American venture capitalist and blogger

Fred Wilson (born August 20, 1961) is an American businessman, venture capitalist and blogger. Wilson is the co-founder of Union Square Ventures, a New York City-based venture capital firm with investments in Web 2.0 companies such as Twitter, Tumblr, Foursquare, Zynga, Kickstarter, Etsy and MongoDB.

==Career==
Fred Wilson began his career as an associate and then became a General Partner at Euclid Partners. He worked at Euclid Partners from 1987 to 1996.

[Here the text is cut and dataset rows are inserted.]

import { describe, expect, it } from "vitest";
import { seededRandom } from "@/bench/support/numbers";
import {
  type Occluder,
  type Point,
  polygonArea,
  type ShadowInput,
  shadowOf,
  shadowPolygons,
  shadowPolygonsOf,
  type Vec3,
} from "@/lib/optics";
import { clipHalfPlane, convexHull, intersectConvex } from "@/lib/optics/polygon";
import { occludingEdge } from "@/lib/optics/shadow";

/**
 * Reference: the straightforward outlines the fast path replaced. From each of the lens-rim samples, the
 * shadow is the convex hull of the footprint and the top outline projected from that point (similar
 * triangles); the umbra is where all of them overlap (clipped one after another), the penumbra the hull of
 * them all. Written here with plain object points and polygon.ts's generic hull and clipping, so a mistake
 * in the flat-array merging, the grouping of parallel edges or the skipped clips shows as a difference.
 */
function referenceRim(s: Vec3, toward: Vec3, d: number, n: number): Vec3[] {
  if (d === 0) return [s];
  const f = { x: toward.x - s.x, y: toward.y - s.y, z: toward.z - s.z };
  const fl = Math.hypot(f.x, f.y, f.z);
  const hl = Math.hypot(f.x, f.y);
  const e1 = hl > 1e-12 ? { x: -f.y / hl, y: f.x / hl, z: 0 } : { x: 1, y: 0, z: 0 };
  const e2 = {
    x: (f.y * e1.z - f.z * e1.y) / fl,
    y: (f.z * e1.x - f.x * e1.z) / fl,
    z: (f.x * e1.y - f.y * e1.x) / fl,
  };
  return Array.from({ length: n }, (_, k) => {
    const t = (2 * Math.PI * k) / n;
    const c = (d / 2) * Math.cos(t);
    const sn = (d / 2) * Math.sin(t);
    return { x: s.x + c * e1.x + sn * e2.x, y: s.y + c * e1.y + sn * e2.y, z: s.z + c * e1.z + sn * e2.z };
  });
}

function reference(i: ShadowInput, sides: number, samples: number): { umbra: Point[]; penumbra: Point[] } | null {
  const sh = shadowOf(i);
  if (sh.lands === "none" || sh.lands === "unbounded") return null;
  const o = i.occluder;
  const foot: Point[] =
    o.kind === "panel"
      ? [o.a, o.b]
      : Array.from({ length: sides }, (_, k) => {
          const t = (2 * Math.PI * k) / sides;
          return { x: o.x + o.radius * Math.cos(t), y: o.y + o.radius * Math.sin(t) };
        });
  const rim = referenceRim(i.source, occludingEdge(i.source, o).top, i.apertureDiameter, samples);
  if (rim.some((p) => p.z <= o.height + 1e-9)) return null;
  const shadows = rim.map((s) => {
    const k = s.z / (s.z - o.height);
    return convexHull(foot.concat(foot.map((q) => ({ x: s.x + k * (q.x - s.x), y: s.y + k * (q.y - s.y) }))));
  });
  let umbra = shadows[0];
  for (let k = 1; k < shadows.length && umbra.length > 0; k++) umbra = intersectConvex(umbra, shadows[k]);
  let penumbra = convexHull(shadows.flat());
  if (Number.isFinite(i.backWallY)) {
    const w = i.backWallY;
    umbra = umbra.length ? clipHalfPlane(umbra, { x: 0, y: w }, { x: 1, y: w }, -1) : [];
    penumbra = clipHalfPlane(penumbra, { x: 0, y: w }, { x: 1, y: w }, -1);
  }
  return { umbra: umbra.length >= 3 ? umbra : [], penumbra: penumbra.length >= 3 ? penumbra : [] };
}

function toSegment(p: Point, a: Point, b: Point): number {
  const dx = b.x - a.x;
  const dy = b.y - a.y;
  const l2 = dx * dx + dy * dy;
  const t = l2 > 0 ? Math.max(0, Math.min(1, ((p.x - a.x) * dx + (p.y - a.y) * dy) / l2)) : 0;
  return Math.hypot(p.x - a.x - t * dx, p.y - a.y - t * dy);
}

/** Largest distance from a corner of either outline to the other's boundary (0 for the same shape). */
function outlineGap(p: Point[], q: Point[]): number {
  const one = (from: Point[], to: Point[]) =>
    Math.max(...from.map((v) => Math.min(...to.map((a, k) => toSegment(v, a, to[(k + 1) % to.length])))));
  return Math.max(one(p, q), one(q, p));
}

function randomCase(r: () => number, k: number): ShadowInput {
  const occluder: Occluder =
    k % 3 === 2
      ? {
          kind: "panel",
          a: { x: -3 + 3 * r(), y: -1 + 3 * r() },
          b: { x: 3 * r(), y: -1 + 3 * r() },
          height: 0.5 + 2.5 * r(),
        }
      : { kind: "performer", x: -3 + 6 * r(), y: -1 + 4 * r(), height: 1.2 + 0.8 * r(), radius: 0.1 + 0.3 * r() };
  // Front, overhead, side and back light, some nearly straight above the occluder.
  const nearlyOver = k % 7 === 0 && occluder.kind === "performer";
  const source = nearlyOver
    ? { x: occluder.x + 0.3 * (r() - 0.5), y: occluder.y + 0.3 * (r() - 0.5), z: 3 + 6 * r() }
    : { x: -10 + 20 * r(), y: -12 + 15 * r(), z: 2.2 + 9 * r() };
  // From a point lens (umbra and outline the same) to a wide soft source; no wall, near walls and far walls.
  const apertureDiameter = [0, 0.1, 0.2, 0.6, 2][k % 5] * r();
  const backWallY = k % 4 === 0 ? Infinity : Math.max(source.y, 3) + 0.5 + 8 * r();
  return { source, apertureDiameter, backWallY, occluder };
}

describe("fast shadow outlines against the per-sample hulls they replaced", () => {
  it("give the same umbra and penumbra on 2,000 random cases", () => {
    // Independent reference: hull and clip of every sample's shadow (geometry, similar triangles), above
    const r = seededRandom(2026);
    let compared = 0;
    let softEdged = 0;
    let clippedAtWall = 0;
    for (let k = 0; k < 2000; k++) {
      const input = randomCase(r, k);
      const sides = [8, 12, 16, 32][k % 4];
      const samples = [1, 6, 8, 24][(k >> 2) % 4];
      let want: ReturnType<typeof reference>;
      try {
        want = reference(input, sides, samples);
      } catch {
        expect(() => shadowPolygons(input, { sides, lensSamples: samples })).toThrow(RangeError);
        continue;
      }
      const got = shadowPolygons(input, { sides, lensSamples: samples });
      if (!want) {
        expect(got.umbra, `case ${k}`).toEqual([]);
        expect(got.penumbra, `case ${k}`).toEqual([]);
        expect(got.reason, `case ${k}`).toBeTruthy();
        continue;
      }
      compared++;
      const scale = Math.max(1, ...want.penumbra.map((v) => Math.hypot(v.x, v.y)));
      expect(got.penumbra.length > 0, `case ${k} penumbra`).toBe(want.penumbra.length > 0);
      expect(got.umbra.length > 0, `case ${k} umbra`).toBe(want.umbra.length > 0);
      if (want.penumbra.length) {
        expect(outlineGap(got.penumbra, want.penumbra), `case ${k} penumbra`).toBeLessThan(1e-9 * scale);
        expect(Math.abs(polygonArea(got.penumbra) - polygonArea(want.penumbra))).toBeLessThan(1e-9 * scale * scale);
      }
      if (want.umbra.length) {
        expect(outlineGap(got.umbra, want.umbra), `case ${k} umbra`).toBeLessThan(1e-9 * scale);
        expect(Math.abs(polygonArea(got.umbra) - polygonArea(want.umbra))).toBeLessThan(1e-9 * scale * scale);
      }
      if (polygonArea(want.umbra) < 0.99 * polygonArea(want.penumbra)) softEdged++;
      if (want.penumbra.some((v) => v.y === input.backWallY)) clippedAtWall++;
    }
    // The cases reach the branches that matter: soft edges (the umbra clipped by many samples' shadows) and
    // outlines cut by the wall. (On the deck the umbra always keeps the footprint, so it never closes.)
    expect(compared).toBeGreaterThan(1000);
    expect(softEdged).toBeGreaterThan(500);
    expect(clippedAtWall).toBeGreaterThan(20);
  });

  it("shadowPolygonsOf with a shadow already worked out gives what shadowPolygons gives", () => {
    // consistency of the two entry points (no outside source needed: same input, same code path)
    const input: ShadowInput = {
      source: { x: 1, y: -7, z: 6 },
      apertureDiameter: 0.15,
      backWallY: 6,
      occluder: { kind: "performer", x: 0, y: 0, height: 1.75, radius: 0.25 },
    };
    const opts = { sides: 16, lensSamples: 8 };
    expect(shadowPolygonsOf(input, shadowOf(input), opts)).toEqual(shadowPolygons(input, opts));
  });

  it("a point lens straight above a performer: the shadow is the footprint scaled from the lens's foot", () => {
    // similar triangles, worked by hand: lens 7 m up over the centre, head 1.75 m: the head's rim projects
    // to radius 0.25·7/(7 − 1.75) = 1/3 m, and the foot (0.25 m) lies inside it, so the outline is that circle.
    const input: ShadowInput = {
      source: { x: 0, y: 0, z: 7 },
      apertureDiameter: 0,
      backWallY: Infinity,
      occluder: { kind: "performer", x: 0, y: 0, height: 1.75, radius: 0.25 },
    };
    const p = shadowPolygons(input, { sides: 64, lensSamples: 1 });
    for (const v of p.penumbra) expect(Math.hypot(v.x, v.y)).toBeCloseTo(1 / 3, 12);
    expect(p.penumbra).toHaveLength(64);
    expect(polygonArea(p.umbra)).toBeCloseTo(polygonArea(p.penumbra), 12);
  });
});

In 1996 Wilson and Jerry Colonna began Flatiron Partners, which was named after the Flatiron District. Based in New York City, it grew into an investment fund that focused primarily on follow-on investing, with investments in notable dot-com bubble successes and failures, including Alacra, comScore Networks, GeoCities, Kozmo.com, The New York Times Digital, PlanetOut, Return Path, Scout electromedia, Standard Media International, Starmedia, Favemail, and VitaminShoppe.com. The firm's 1996 fund capitalized at $150 million with two investors: SOFTBANK Technology Ventures and Chase Capital Partners, the private-equity arm of Chase Manhattan Corp. The firm later raised another fund capitalized at $500 million with Chase Capital Partners as the sole active LP. In 2001 Wilson and Colonna shut down Flatiron.

In 2004 Wilson and Brad Burnham founded Union Square Ventures. TheFunded.com, a social networking site for technology entrepreneurs, rated him their favorite venture capitalist in 2007.

Wilson was a judge for Mayor Michael Bloomberg's NYC BigApps competition in NYC.

==Blogging==
Wilson publishes a blog called AVC: musings of a VC in NYC. Wilson publishes one post per day, usually on a topic related to venture capital entrepreneurship or the Internet.

==Personal life==
Wilson attended high school at James I. O'Neill High School. Wilson is married to Joanne Wilson, a prominent angel investor and author of the Gotham Gal blog. They have three children and live in New York City and Venice Beach. All of his children attended Wesleyan University.

Wilson has a bachelor's degree in Mechanical Engineering from MIT and an MBA from the Wharton School of the University of Pennsylvania.

He is an active philanthropist and community advocate having worked on initiatives including the redevelopment of Union Square and Madison Square in New York City. He is also a board member of DonorsChoose.org, an online charity that connects individuals to classrooms in need. Currently, Wilson is involved in the Pier 40 Partnership.